» Your assignment
Where does the string "number" occur in the records below? Copy every line that holds it.

•••

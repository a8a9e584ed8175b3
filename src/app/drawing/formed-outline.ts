/** The metal itself: outline of the formed part and of each bend, as SVG paths, and as segments to keep clear of. */
import type { Curve, Face, Frames } from './formed-frames';
import { onCurve } from './formed-frames';
import { at } from './marks';
import type { Point, Segment } from './point';
import type { View } from './view';

function arcTo(curve: Curve, face: Face, backwards: boolean, view: View): string {
  const radius = curve[face].radius * view.scale;
  const to = at(view.place(onCurve(curve, face, backwards ? 0 : 1)));
  if (radius < 0.01) return `L${to}`;
  // A counter-clockwise turn of the model stays one on the paper: sweep flag 0.
  const sweep = (curve.sense === 1) === backwards ? 1 : 0;
  return `A${radius.toFixed(3)} ${radius.toFixed(3)} 0 0 ${sweep} ${to}`;
}

/** Closed outline of the whole part: out along the lower face, back along the upper one. */
export function outlinePath({ stretches, curves }: Frames, view: View): string {
  const out: string[] = [];
  stretches.forEach(({ lower: [start, end] }, index) => {
    out.push(`${index === 0 ? 'M' : 'L'}${at(view.place(start))}L${at(view.place(end))}`);
    const curve = curves[index];
    if (curve) out.push(arcTo(curve, 'lower', false, view));
  });
  for (let index = stretches.length - 1; index >= 0; index--) {
    const stretch = stretches[index];
    if (!stretch) continue;
    const [start, end] = stretch.upper;
    out.push(`L${at(view.place(end))}L${at(view.place(start))}`);
    const curve = curves[index - 1];
    if (curve) out.push(arcTo(curve, 'upper', true, view));
  }
  return `${out.join('')}Z`;
}

/** Closed outline of one bend. */
export function bendPath(curve: Curve, view: View): string {
  const start = at(view.place(onCurve(curve, 'lower', 0)));
  const across = at(view.place(onCurve(curve, 'upper', 1)));
  return `M${start}${arcTo(curve, 'lower', false, view)}L${across}${arcTo(curve, 'upper', true, view)}Z`;
}

/** Closed outline of one stretch. */
export function stretchPath({ lower: [a, b], upper: [d, c] }: Frames['stretches'][number], view: View): string {
  return `M${[a, b, c, d].map((point) => at(view.place(point))).join('L')}Z`;
}

const STEPS = 6;

/** Points of one face, in order; arcs by a few chords, enough to keep texts off them and to fit the view. */
export function facePoints({ stretches, curves }: Frames, face: Face): Point[] {
  return stretches.flatMap((stretch, index) => {
    const curve = curves[index];
    const arc = curve ? Array.from({ length: STEPS + 1 }, (_, step) => onCurve(curve, face, step / STEPS)) : [];
    return [...stretch[face], ...arc];
  });
}

/** Both faces on the paper, as segments. */
export function outlineSegments(frames: Frames, view: View): Segment[] {
  return (['lower', 'upper'] as const).flatMap((face) => {
    const points = facePoints(frames, face).map(view.place);
    return points.slice(1).map((to, index) => ({ from: points[index] ?? to, to }));
  });
}
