/** What already stands on the paper, and how badly something new would clash with it. */
import type { Box } from './box';
import { contains, grown, hits, overlaps } from './box';
import type { Segment } from './point';
import { cross } from './point';

export interface Footprint {
  readonly texts: readonly Box[];
  readonly lines: readonly Segment[];
  /** Lines that may cross other lines without harm, as extension lines do. */
  readonly thin: readonly Segment[];
}

/** Anything at or above this can't be drawn. */
export const CLASH = 1000;

export class Clearance {
  private readonly texts: Box[] = [];
  private readonly lines: Segment[] = [];
  private readonly thin: Segment[] = [];
  private readonly marks: Box[] = [];

  constructor(
    private readonly paper: Box,
    /** The metal. */
    private readonly outline: readonly Segment[],
  ) {}

  add(footprint: Footprint): void {
    this.texts.push(...footprint.texts);
    this.lines.push(...footprint.lines);
    this.thin.push(...footprint.thin);
  }

  /** A small mark: texts keep off it, lines may pass through it. */
  addMark(box: Box): void {
    this.marks.push(box);
  }

  /** 0 is clear; crossings that drafting allows cost a little; from CLASH up it can't stand. */
  cost({ texts, lines, thin }: Footprint): number {
    let cost = 0;
    for (const text of texts) {
      if (!contains(this.paper, text)) return CLASH;
      const clear = grown(text, 3);
      if ([...this.texts, ...this.marks].some((other) => overlaps(clear, other))) return CLASH;
      if ([this.outline, this.lines, this.thin].some((those) => those.some((line) => hits(clear, line)))) return CLASH;
    }
    for (const line of [...lines, ...thin]) if (this.texts.some((text) => hits(grown(text, 2), line))) return CLASH;
    for (const line of [...lines, ...thin]) cost += 6 * this.marks.filter((mark) => hits(mark, line)).length;
    for (const line of lines) {
      if (this.outline.some((edge) => cross(line, edge))) return CLASH;
      if (this.lines.some((other) => cross(line, other) || tooNear(line, other))) return CLASH;
      cost += 12 * this.thin.filter((other) => cross(line, other)).length;
    }
    for (const line of thin) {
      cost += 30 * this.lines.filter((other) => cross(line, other)).length;
      cost += 15 * this.outline.filter((edge) => cross(line, edge)).length;
    }
    return cost;
  }
}

/** Two dimension lines that run side by side need room for a figure between them. */
function tooNear(a: Segment, b: Segment): boolean {
  const horizontal = (s: Segment): boolean => Math.abs(s.to.x - s.from.x) >= Math.abs(s.to.y - s.from.y);
  if (horizontal(a) !== horizontal(b)) return false;
  const [main, off] = horizontal(a) ? (['x', 'y'] as const) : (['y', 'x'] as const);
  const low = Math.max(Math.min(a.from[main], a.to[main]), Math.min(b.from[main], b.to[main]));
  const high = Math.min(Math.max(a.from[main], a.to[main]), Math.max(b.from[main], b.to[main]));
  if (low > high) return false;
  const offAt = (s: Segment, place: number): number => {
    const run = s.to[main] - s.from[main];
    return run === 0 ? s.from[off] : s.from[off] + ((place - s.from[main]) / run) * (s.to[off] - s.from[off]);
  };
  return [low, high].some((place) => Math.abs(offAt(a, place) - offAt(b, place)) < 16);
}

•••

» Task output
export function stretchPath({ lower: [a, b], upper: [d, c] }: Frames['stretches'][number], view: View): string {
  cost({ texts, lines, thin }: Footprint): number {
  const offAt = (s: Segment, place: number): number => {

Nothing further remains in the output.